> _Raw data_:
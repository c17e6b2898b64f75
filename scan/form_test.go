package scan

import (
	"math"
	"math/rand/v2"
	"strings"
	"testing"

	"gonum.org/v1/gonum/mat"
	"gonum.org/v1/gonum/optimize/convex/lp"
	"gonum.org/v1/gonum/spatial/r3"
)

// cubicGrid is z = x³ on the 5×5 grid x, y ∈ {−1, −0.5, 0, 0.5, 1}.
func cubicGrid() (x, y, z []float64) {
	for _, xv := range []float64{-1, -0.5, 0, 0.5, 1} {
		for _, yv := range []float64{-1, -0.5, 0, 0.5, 1} {
			x = append(x, xv)
			y = append(y, yv)
			z = append(z, xv*xv*xv)
		}
	}
	return x, y, z
}

func TestMinimumZoneCheckValues(t *testing.T) {
	cx, cy, cz := cubicGrid()
	shift := func(v []float64, d float64) []float64 {
		out := make([]float64, len(v))
		for i := range v {
			out[i] = v[i] + d
		}
		return out
	}
	cases := []struct {
		name    string
		x, y, z []float64
		width   float64
		plane   []float64 // a, b (nil: not checked)
	}{
		// PHYSICS-REFERENCES.md 12.3 [N]: MZ 0.50 with a = 0.75.
		{"x³ on 5×5", cx, cy, cz, 0.5, []float64{0.75, 0}},
		// Same points far from the origin: conditioning.
		{"x³ shifted", shift(cx, 1000), shift(cy, -2000), shift(cz, 500), 0.5, []float64{0.75, 0}},
		// PHYSICS-REFERENCES.md 12.3 [N]: twisted square MZ 0.5.
		{"twisted square", []float64{0, 1, 0, 1}, []float64{0, 0, 1, 1}, []float64{0, 0, 0, 1}, 0.5, []float64{0.5, 0.5}},
		// Three points span a plane: MZ 0.
		{"three points", []float64{0, 1, 0}, []float64{0, 0, 1}, []float64{0.3, -2, 5}, 0, []float64{-2.3, 4.7}},
		{"flat", []float64{0, 1, 0, 1}, []float64{0, 0, 1, 1}, []float64{2, 2, 2, 2}, 0, []float64{0, 0}},
	}
	for _, tc := range cases {
		t.Run(tc.name, func(t *testing.T) {
			w, p, err := MinimumZone(tc.x, tc.y, tc.z)
			if err != nil {
				t.Fatal(err)
			}
			if math.Abs(w-tc.width) > 1e-12*(1+math.Abs(tc.width)) {
				t.Errorf("width %.15g, want %g", w, tc.width)
			}
			if tc.plane != nil && (math.Abs(p[0]-tc.plane[0]) > 1e-12 || math.Abs(p[1]-tc.plane[1]) > 1e-12) {
				t.Errorf("plane %v, want a, b = %v", p, tc.plane)
			}
		})
	}
}

func TestLSPlaneCheckValues(t *testing.T) {
	// PHYSICS-REFERENCES.md 12.3 [N]: LSQ plane a = 0.85, b = c = 0,
	// peak-to-valley 0.60.
	x, y, z := cubicGrid()
	p, err := planeFitLS(x, y, z)
	if err != nil {
		t.Fatal(err)
	}
	if math.Abs(p[0]-0.85) > 1e-14 || math.Abs(p[1]) > 1e-14 || math.Abs(p[2]) > 1e-14 {
		t.Errorf("LS plane %v, want [0.85 0 0]", p)
	}
	lo, hi := residualRange(x, y, z, p)
	if math.Abs(hi-lo-0.6) > 1e-14 {
		t.Errorf("LS peak-to-valley %.15g, want 0.6", hi-lo)
	}
}

// dualZone solves the minimum-zone dual with gonum's dense simplex:
// minimise Σ −z μ⁺ + z μ⁻ s.t. Σ (μ⁺ − μ⁻)(x, y, 1) = 0, Σ (μ⁺ + μ⁻) = 1,
// μ ≥ 0. The optimum is −h, half the zone width.
func dualZone(x, y, z []float64) (float64, error) {
	n := len(z)
	c := make([]float64, 2*n)
	a := mat.NewDense(4, 2*n, nil)
	for i := range n {
		c[2*i], c[2*i+1] = -z[i], z[i]
		for r, v := range []float64{x[i], y[i], 1} {
			a.Set(r, 2*i, v)
			a.Set(r, 2*i+1, -v)
		}
		a.Set(3, 2*i, 1)
		a.Set(3, 2*i+1, 1)
	}
	opt, _, err := lp.Simplex(c, a, []float64{0, 0, 0, 1}, 1e-13, nil)
	return -2 * opt, err
}

func TestMinimumZoneAgainstGonumSimplex(t *testing.T) {
	// An independent solver of the same linear programme on a random
	// subsample of 300 points of a noisy warped base.
	for seed := uint64(1); seed <= 4; seed++ {
		rng := rand.New(rand.NewPCG(seed, 77))
		const n = 300
		x, y, z := make([]float64, n), make([]float64, n), make([]float64, n)
		for i := range n {
			r := 0.1 * math.Sqrt(rng.Float64())
			th := 2 * math.Pi * rng.Float64()
			x[i], y[i] = r*math.Cos(th), r*math.Sin(th)
			z[i] = 0.2e-3*(x[i]*x[i]-0.5*y[i]*y[i])/0.01 + 1e-3*x[i] + 5e-6*rng.NormFloat64()
		}
		w, p, err := MinimumZone(x, y, z)
		if err != nil {
			t.Fatal(err)
		}
		want, err := dualZone(x, y, z)
		if err != nil {
			t.Fatalf("gonum simplex: %v", err)
		}
		if math.Abs(w-want) > 1e-9*want {
			t.Errorf("seed %d: zone %.15g, gonum simplex %.15g (rel %.2g)", seed, w, want, math.Abs(w-want)/want)
		}
		// Every point lies in the zone, which is no wider than LS.
		lo, hi := residualRange(x, y, z, p)
		if math.Abs(hi+lo) > 1e-9*w {
			t.Errorf("seed %d: zone not centred on its plane: %g, %g", seed, lo, hi)
		}
		ls, _ := planeFitLS(x, y, z)
		llo, lhi := residualRange(x, y, z, ls)
		if w > lhi-llo {
			t.Errorf("seed %d: MZ %g wider than LS %g", seed, w, lhi-llo)
		}
	}
}

func TestMinimumZoneBadInput(t *testing.T) {
	nan := math.NaN()
	cases := []struct {
		name    string
		x, y, z []float64
		want    string
	}{
		{"two points", []float64{0, 1}, []float64{0, 1}, []float64{0, 1}, "need at least 3"},
		{"collinear", []float64{0, 1, 2, 3}, []float64{0, 1, 2, 3}, []float64{0, 1, 0, 1}, "collinear"},
		{"one position", []float64{1, 1, 1}, []float64{2, 2, 2}, []float64{0, 1, 2}, "one x-y position"},
		{"nan", []float64{0, 1, 0, 1}, []float64{0, 0, 1, nan}, []float64{0, 0, 0, 1}, "point 3 is not finite"},
	}
	for _, tc := range cases {
		t.Run(tc.name, func(t *testing.T) {
			_, _, err := MinimumZone(tc.x, tc.y, tc.z)
			if err == nil || !strings.Contains(err.Error(), tc.want) {
				t.Errorf("error %v, want one containing %q", err, tc.want)
			}
		})
	}
}

func TestMeasureFormShapes(t *testing.T) {
	const r, h = 0.05, 1e-3
	// Largest cell-centre radius² on the grid, for the bowl's range.
	var rmax2 float64
	k := int(r / h)
	for j := -k; j <= k; j++ {
		for i := -k; i <= k; i++ {
			if d := float64(i*i+j*j) * h * h; d <= r*r*(1+1e-12) {
				rmax2 = max(rmax2, d)
			}
		}
	}
	tilt := plane(1e-3, -2e-3, 0.1e-3)
	cases := []struct {
		name    string
		f       func(x, y float64) float64
		conc    float64 // expected concavity, m
		flat    float64 // expected flatness (MZ and LS), m; < 0: unchecked
		term    int     // OSA index of the dominant Zernike term
		termVal float64
	}{
		// DESIGN.md section 3: a dished base (centre raised, c3 < 0) has
		// positive concavity −c3·R² = sag.
		{"dish", dish(0.3e-3, r), 0.3e-3, 0.3e-3 * rmax2 / (r * r), 4, -0.3e-3 / (2 * math.Sqrt(3))},
		{"dome", dish(-0.2e-3, r), -0.2e-3, 0.2e-3 * rmax2 / (r * r), 4, 0.2e-3 / (2 * math.Sqrt(3))},
		// z = A ρ² cos 2θ = (A/√6)·Z(2,2): no concavity.
		{"saddle", saddle(0.1e-3, r), 0, -1, 5, 0.1e-3 / math.Sqrt(6)},
		{"tilted dish", func(x, y float64) float64 { return dish(0.3e-3, r)(x, y) + tilt(x, y) }, 0.3e-3,
			0.3e-3 * rmax2 / (r * r) / math.Sqrt(1+1e-6+4e-6), 4, -0.3e-3 / (2 * math.Sqrt(3))},
	}
	for _, tc := range cases {
		t.Run(tc.name, func(t *testing.T) {
			s := discSurface(r, h, tc.f)
			f, err := MeasureForm(s, r)
			if err != nil {
				t.Fatal(err)
			}
			if math.Abs(f.ConcavityM-tc.conc) > 1e-12 {
				t.Errorf("concavity %.9g mm, want %.9g mm", f.ConcavityM*1e3, tc.conc*1e3)
			}
			if math.Abs(f.ConcavityPctOfDiameter-100*tc.conc/(2*r)) > 1e-9 || f.DiameterM != 2*r {
				t.Errorf("concavity %% %g, diameter %g", f.ConcavityPctOfDiameter, f.DiameterM)
			}
			if tc.flat >= 0 {
				if math.Abs(f.FlatnessMZM-tc.flat) > 1e-12 || math.Abs(f.FlatnessLSM-tc.flat) > 1e-12 {
					t.Errorf("flatness MZ %.9g LS %.9g mm, want %.9g mm", f.FlatnessMZM*1e3, f.FlatnessLSM*1e3, tc.flat*1e3)
				}
			}
			if f.FlatnessMZM > f.FlatnessLSM*(1+1e-12) {
				t.Errorf("MZ %g > LS %g", f.FlatnessMZM, f.FlatnessLSM)
			}
			if len(f.Zernike) != ZernikeTerms(DefaultZernikeOrder) {
				t.Fatalf("%d Zernike terms", len(f.Zernike))
			}
			// Exact data in the span of the basis: recovered to round-off.
			if got := f.Zernike[tc.term].CoefM; math.Abs(got-tc.termVal) > 1e-12 {
				t.Errorf("Zernike %d (%s) = %g, want %g", tc.term, f.Zernike[tc.term].Name, got, tc.termVal)
			}
		})
	}
}

func TestMeasureFormIgnoresFilledCells(t *testing.T) {
	s := discSurface(0.03, 1e-3, dish(0.1e-3, 0.03))
	f0, err := MeasureForm(s, 0.03)
	if err != nil {
		t.Fatal(err)
	}
	k := s.Index(10, 30)
	s.State[k] = Filled
	s.ZM[k] = 1 // wild interpolated value
	f1, err := MeasureForm(s, 0.03)
	if err != nil {
		t.Fatal(err)
	}
	if f1.Cells != f0.Cells-1 || math.Abs(f1.FlatnessMZM-f0.FlatnessMZM) > 1e-12 || math.Abs(f1.ConcavityM-f0.ConcavityM) > 1e-12 {
		t.Errorf("a filled cell changed the form: %+v vs %+v", f1, f0)
	}
}

func TestMeasureFormBadInput(t *testing.T) {
	few := NewSurface(3, 3, 1e-3, -1e-3, -1e-3)
	few.State[4], few.ZM[4] = Measured, 0
	cases := []struct {
		name string
		s    *Surface
		r    float64
		want string
	}{
		{"nil", nil, 0.1, "nil surface"},
		{"radius", discSurface(0.01, 1e-3, plane(0, 0, 0)), 0, "radius"},
		{"few", few, 0.01, "1 measured cells"},
	}
	for _, tc := range cases {
		t.Run(tc.name, func(t *testing.T) {
			_, err := MeasureForm(tc.s, tc.r)
			if err == nil || !strings.Contains(err.Error(), tc.want) {
				t.Errorf("error %v, want one containing %q", err, tc.want)
			}
		})
	}
}

// TestChainConcavity runs Level, Grid, FormFilter and MeasureForm on
// noisy clouds of a dished and a domed base with corner and wall, seen
// from a tilted scanner: concavity within 2 % + 3× the noise.
func TestChainConcavity(t *testing.T) {
	if testing.Short() {
		t.Skip("slow")
	}
	const r, noise = 0.09, 15e-6
	for _, sag := range []float64{0.4e-3, -0.25e-3} {
		sb := synthBase{R: r, Shape: dish(sag, r), CornerM: 5e-3, WallM: 15e-3, NoiseM: noise, N: 250000, Seed: 31}
		sc := newScanner(FaceUp, 9, 70, 15, r3.Vec{X: 0.05, Y: 0.02, Z: 0.3})
		l, err := Level(sc.apply(sb.build()), LevelOptions{})
		if err != nil {
			t.Fatal(err)
		}
		g, err := Grid(l, GridOptions{})
		if err != nil {
			t.Fatal(err)
		}
		fr, err := FormFilter(g.Raw, 8e-3)
		if err != nil {
			t.Fatal(err)
		}
		f, err := MeasureForm(fr.Form, l.RadiusM)
		if err != nil {
			t.Fatal(err)
		}
		t.Logf("sag %.3f mm: concavity %.4f mm (%.3f %% of D), R %.2f mm, MZ %.4f mm, noise %.1f µm, outliers %d, coverage %.1f %%",
			sag*1e3, f.ConcavityM*1e3, f.ConcavityPctOfDiameter, l.RadiusM*1e3, f.FlatnessMZM*1e3, fr.NoiseM*1e6, g.OutliersRemoved, g.CoveragePct)
		if d := math.Abs(f.ConcavityM - sag); d > 0.02*math.Abs(sag)+3*noise {
			t.Errorf("sag %.3f mm: concavity %.4f mm", sag*1e3, f.ConcavityM*1e3)
		}
	}
}

// BenchmarkMeasureForm measures a 200 mm base at 0.5 mm cells (125 629
// cells): LS and minimum-zone flatness, concavity, 28 Zernike terms.
// cells/s counts the cells measured per second of wall time.
func BenchmarkMeasureForm(b *testing.B) {
	rng := rand.New(rand.NewPCG(1, 2))
	s := discSurface(0.1, 0.5e-3, func(x, y float64) float64 {
		return dish(0.3e-3, 0.1)(x, y) + saddle(0.05e-3, 0.1)(x, y) + 1e-6*rng.NormFloat64()
	})
	t0 := cpuTime()
	var cells int
	for b.Loop() {
		f, err := MeasureForm(s, 0.1)
		if err != nil {
			b.Fatal(err)
		}
		cells = f.Cells
	}
	b.ReportMetric(float64(cpuTime()-t0)/1e6/float64(b.N), "cpu-ms/op")
	b.ReportMetric(float64(cells)*float64(b.N)/b.Elapsed().Seconds(), "cells/s")
}

// BenchmarkMinimumZoneSmooth is the minimum zone of a filtered (smooth)
// 200 mm base: many near-ties on the zone's planes.
func BenchmarkMinimumZoneSmooth(b *testing.B) {
	s := discSurface(0.1, 0.5e-3, func(x, y float64) float64 {
		return dish(0.3e-3, 0.1)(x, y) + saddle(0.05e-3, 0.1)(x, y)
	})
	idx := formCells(s, 0.1)
	x, y, z := make([]float64, len(idx)), make([]float64, len(idx)), make([]float64, len(idx))
	for n, k := range idx {
		x[n], y[n], z[n] = s.X(k%s.Nx), s.Y(k/s.Nx), s.ZM[k]
	}
	b.ResetTimer()
	for b.Loop() {
		if _, _, err := MinimumZone(x, y, z); err != nil {
			b.Fatal(err)
		}
	}
}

> _What is being asked_: Above are the entries. Copy exactly the part that opens with the line containing "return x, y, z" and closes with the line containing "peak-to-valley %.15g, want", and no more.

> _Response area_:
	return x, y, z
}

func TestMinimumZoneCheckValues(t *testing.T) {
	cx, cy, cz := cubicGrid()
	shift := func(v []float64, d float64) []float64 {
		out := make([]float64, len(v))
		for i := range v {
			out[i] = v[i] + d
		}
		return out
	}
	cases := []struct {
		name    string
		x, y, z []float64
		width   float64
		plane   []float64 // a, b (nil: not checked)
	}{
		// PHYSICS-REFERENCES.md 12.3 [N]: MZ 0.50 with a = 0.75.
		{"x³ on 5×5", cx, cy, cz, 0.5, []float64{0.75, 0}},
		// Same points far from the origin: conditioning.
		{"x³ shifted", shift(cx, 1000), shift(cy, -2000), shift(cz, 500), 0.5, []float64{0.75, 0}},
		// PHYSICS-REFERENCES.md 12.3 [N]: twisted square MZ 0.5.
		{"twisted square", []float64{0, 1, 0, 1}, []float64{0, 0, 1, 1}, []float64{0, 0, 0, 1}, 0.5, []float64{0.5, 0.5}},
		// Three points span a plane: MZ 0.
		{"three points", []float64{0, 1, 0}, []float64{0, 0, 1}, []float64{0.3, -2, 5}, 0, []float64{-2.3, 4.7}},
		{"flat", []float64{0, 1, 0, 1}, []float64{0, 0, 1, 1}, []float64{2, 2, 2, 2}, 0, []float64{0, 0}},
	}
	for _, tc := range cases {
		t.Run(tc.name, func(t *testing.T) {
			w, p, err := MinimumZone(tc.x, tc.y, tc.z)
			if err != nil {
				t.Fatal(err)
			}
			if math.Abs(w-tc.width) > 1e-12*(1+math.Abs(tc.width)) {
				t.Errorf("width %.15g, want %g", w, tc.width)
			}
			if tc.plane != nil && (math.Abs(p[0]-tc.plane[0]) > 1e-12 || math.Abs(p[1]-tc.plane[1]) > 1e-12) {
				t.Errorf("plane %v, want a, b = %v", p, tc.plane)
			}
		})
	}
}

func TestLSPlaneCheckValues(t *testing.T) {
	// PHYSICS-REFERENCES.md 12.3 [N]: LSQ plane a = 0.85, b = c = 0,
	// peak-to-valley 0.60.
	x, y, z := cubicGrid()
	p, err := planeFitLS(x, y, z)
	if err != nil {
		t.Fatal(err)
	}
	if math.Abs(p[0]-0.85) > 1e-14 || math.Abs(p[1]) > 1e-14 || math.Abs(p[2]) > 1e-14 {
		t.Errorf("LS plane %v, want [0.85 0 0]", p)
	}
	lo, hi := residualRange(x, y, z, p)
	if math.Abs(hi-lo-0.6) > 1e-14 {
		t.Errorf("LS peak-to-valley %.15g, want 0.6", hi-lo)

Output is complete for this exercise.